Францу I он ответил ядовито-вежливо, что корпус Клейнау, дабы обезопасить Тоскану от возвращения французов, должен не отступать на юг, а «теснить правое крыло неприятеля до Генуи, где его поражение закончит армия через Савойю». Он вернется в Тоскану после победы. Хотя и это решение неразумно, «когда нам предстоит еще упрочить за собой плоды вчерашней победы, то есть овладеть Ривьерой генуэзской и прикрыть границы Пьемонта покорением Ниццы… Для подобного предприятия необходимы немалые силы, по обширности берега морского и свойству горной страны. Я сам, как верный слуга, конечно желаю приобрести Ривьеру генуэзскую с крайним, по возможности, сбережением людей. Важнейшей выгодой вчерашней победы считаю именно то, что она облегчит трудности предстоящего нам предприятия и сохранит много крови. Равно и все доселе одержанные мною победы и завоевание столь обширной страны тем в особенности меня радуют, что не стоили армии значительных потерь». Отвергнув указания императора как устаревшие, Суворов решил подсластить пилюлю. Похоже, он даже солгал: «Я никогда не считал возможным в эту кампанию проникнуть в Савойю и во Францию, а только имел в виду упорядочить свои завоевания и доставить армии спокойные квартиры на зиму в западных горах и в пределах Пьемонта» (Д IV. 313).

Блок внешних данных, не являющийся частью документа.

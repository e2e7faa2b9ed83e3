//! A whole library of meshes: one row a body, in an order that depends on nothing but the files.
//!
//! [`files`] finds them, [`survey`] weighs them side by side, and [`survey_to_table`] does that for
//! a table on disc: what a run before has weighed, or begun, is not weighed again.

mod find;
mod journal;
mod parquet;
mod row;
mod schedule;
mod shape;
mod shapes;
mod substances;
mod summary;
mod table;
mod weigh;

#[cfg(test)]
mod shape_tests;
#[cfg(test)]
mod tests;

use std::collections::HashMap;
use std::path::{Path, PathBuf};
use std::sync::{Mutex, PoisonError};

pub use find::files;
pub use journal::{Journal, Known};
pub use row::{COLUMNS, Cell, Column, Holds, Row};
pub use shape::{Likeness, Shape};
pub use shapes::Grouped;
pub use substances::Substances;
pub use summary::{Heavy, KindCount, Summary};
pub use table::{TableFormat, read_table, write_table};

use crate::error::{Error, Kind, Result};
use crate::format::Bytes;
use crate::quantity::LengthUnit;
use crate::soundness::Depth;

/// How a survey is made.
#[derive(Clone, Debug)]
pub struct Options {
    /// The unit of meshes that state none; without it mm is assumed, and said in every row.
    pub unit: Option<LengthUnit>,
    /// Look for surfaces that cut each other too, which costs more than the rest.
    pub overlap: bool,
    /// Memory to keep under, bytes.
    pub memory: u64,
    /// What bodies are made of.
    pub substances: Substances,
    /// Group bodies of the same shape.
    pub same_shape: bool,
}

impl Default for Options {
    fn default() -> Self {
        Self {
            unit: None,
            overlap: false,
            memory: 4 << 30,
            substances: Substances::default(),
            same_shape: false,
        }
    }
}

impl Options {
    fn depth(&self) -> Depth {
        if self.overlap {
            Depth::Full
        } else {
            Depth::Surface
        }
    }

    /// Whether these options make the same row, but for its mass and its likes.
    fn made(&self, row: &Row) -> bool {
        // Another budget may let a file in.
        if row.error_kind.as_deref() == Some("too-large") {
            return false;
        }
        // A row without a format is of a file that could not be read: by no options.
        row.format.is_none()
            || row.overlap_tested == Some(self.overlap)
                && match self.unit {
                    None => row.unit_assumed == Some(true),
                    Some(unit) => {
                        row.unit.as_deref() == Some(unit.symbol())
                            && row.unit_assumed == Some(false)
                    }
                }
    }
}

/// How far a survey is.
#[derive(Clone, Copy, Debug, Default, PartialEq, Eq)]
pub struct Progress {
    /// Files done.
    pub files: u64,
    /// Files in all.
    pub all_files: u64,
    /// Bytes done.
    pub bytes: u64,
    /// Bytes in all.
    pub all_bytes: u64,
    /// Files done that were known, and not weighed.
    pub reused: u64,
}

/// A survey that was made.
#[derive(Clone, Debug, Default)]
pub struct Survey {
    /// One row a body, in the order of the files and of the bodies in them.
    pub rows: Vec<Row>,
    /// Files that were known already.
    pub reused: u64,
    /// Groups of one shape, where asked for.
    pub grouped: Option<Grouped>,
}

/// Weighs files side by side on the threads of the current pool. `done` is given the rows of each
/// file as it is finished, in no order, from any thread; `progress` says whether to go on.
///
/// Rows have the same bits for any number of threads. A file that cannot be read is a row with its
/// error.
///
/// # Errors
/// Those of `done`; `usage` where `progress` said to stop.
pub fn survey(
    files: &[(PathBuf, Option<Error>)],
    options: &Options,
    known: &Known,
    done: &(dyn Fn(&[Row]) -> Result<()> + Sync),
    progress: &(dyn Fn(&Progress) -> bool + Sync),
) -> Result<Survey> {
    struct State {
        rows: Vec<Vec<Row>>,
        progress: Progress,
        error: Option<Error>,
    }
    let sizes: Vec<(usize, u64)> = files
        .iter()
        .map(|(path, _)| std::fs::metadata(path).map_or(0, |m| m.len()))
        .enumerate()
        .collect();
    let state = Mutex::new(State {
        rows: vec![Vec::new(); files.len()],
        progress: Progress {
            all_files: files.len() as u64,
            all_bytes: sizes.iter().map(|s| s.1).sum(),
            ..Progress::default()
        },
        error: None,
    });
    let work = |i: usize| {
        let (path, error) = &files[i];
        let (rows, reused) = match error {
            Some(e) => (vec![weigh::failed(weigh::row_of_file(path), e)], false),
            None => of_file(path, sizes[i].1, options, known),
        };
        let written = if reused { Ok(()) } else { done(&rows) };
        let mut state = state.lock().unwrap_or_else(PoisonError::into_inner);
        state.rows[i] = rows;
        state.progress.files += 1;
        state.progress.bytes += sizes[i].1;
        state.progress.reused += u64::from(reused);
        if let Err(e) = written {
            state.error.get_or_insert(e);
        }
        progress(&state.progress) && state.error.is_none()
    };
    let all = schedule::run(&sizes, options.memory, &work)?;
    let state = state.into_inner().unwrap_or_else(PoisonError::into_inner);
    if let Some(error) = state.error {
        return Err(error);
    }
    if !all {
        return Err(Error::new(
            Kind::Usage,
            "the survey was stopped before its end",
            "run it again: what was done is not done twice",
        ));
    }
    let mut rows: Vec<Row> = state.rows.into_iter().flatten().collect();
    for row in &mut rows {
        options.substances.weigh(row);
        (row.same_shape, row.mirrored) = (None, None);
    }
    let grouped = options.same_shape.then(|| {
        let by_name = files
            .iter()
            .map(|(path, _)| (path.to_string_lossy().into_owned(), path.clone()));
        shapes::group(&mut rows, &by_name.collect::<HashMap<_, _>>(), options)
    });
    Ok(Survey {
        rows,
        reused: state.progress.reused,
        grouped,
    })
}

/// The rows of one file, and whether they were known.
fn of_file(path: &Path, size: u64, options: &Options, known: &Known) -> (Vec<Row>, bool) {
    let base = weigh::row_of_file(path);
    let needs = schedule::needs(size);
    if needs > options.memory {
        let mb = |b: u64| b.div_ceil(1_000_000);
        let e = Error::new(
            Kind::TooLarge,
            format!(
                "the file may need {} MB of memory, and the budget is {} MB",
                mb(needs),
                mb(options.memory)
            ),
            "raise --memory, or weigh it with `bismar weigh --whole`",
        );
        let base = Row {
            bytes: Some(size),
            ..base
        };
        return (vec![weigh::failed(base, &e)], false);
    }
    let bytes = match Bytes::open(path) {
        Ok(bytes) => bytes,
        Err(e) => return (vec![weigh::failed(base, &e)], false),
    };
    let hash = weigh::digest(&bytes);
    let name = base.path.as_deref().unwrap_or_default();
    if let Some(rows) = known.get(name, &hash) {
        return (rows.clone(), true);
    }
    let base = Row {
        bytes: Some(bytes.len() as u64),
        sha256: Some(hash),
        ..base
    };
    (weigh::rows(bytes, base, path, options), false)
}

/// Weighs files into a table whose ending says its format. Rows of the table that is there, and of
/// the journal of a run that was cut short, are taken over where a file has not changed. The table
/// is written whole at the end, or not at all.
///
/// # Errors
/// As [`survey`] and [`write_table`]; `unknown-format` where the file that is there is no table of
/// a survey.
pub fn survey_to_table(
    files: &[(PathBuf, Option<Error>)],
    table: &Path,
    options: &Options,
    progress: &(dyn Fn(&Progress) -> bool + Sync),
) -> Result<Survey> {
    TableFormat::of(table)?;
    let mut known = Known::default();
    if table.exists() {
        known.take(read_table(table)?, options);
    }
    let (journal, rows) = Journal::open(table)?;
    known.take(rows, options);
    let survey = survey(files, options, &known, &|rows| journal.add(rows), progress)?;
    write_table(table, &survey.rows)?;
    journal.done();
    Ok(survey)
}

Указ австрийского императора, безумные предписания гоф-кригсрата, отсутствие продовольствия и транспорта не могли отвратить Суворова от удара на Савойю. Туда должен был отступить Моро, имевший свыше 20 тысяч солдат, там формировалась для вторжения в Италию армия генерала Шампионе (18 тысяч, с дивизией Тюрро в Валисе — 26 тысяч). «Все известия подтверждают, — писал Суворов 6 августа, — что неприятель беспрестанно усиливается в Савойских долинах… После взятия Генуи и по вступлении в Савойю мы тотчас обратимся всеми силами к защите Пьемонта» (AIV.315).
Но заставить австрийцев следовать его плану Суворов не мог. Уже на следующий день, 7 августа, фельдмаршал сообщил начальнику военно-походной канцелярии Павла I в Петербург, что лишен возможности управлять войсками — все получают приказы от гофкригсрата. «Я столько духом изнурен, что насилу говорю. Лишний член в управлении войском… Сколько ни мужаюсь, но вижу, что должен скоро в каком ни есть хуторе или гробе убежища искать» (Д IV.319).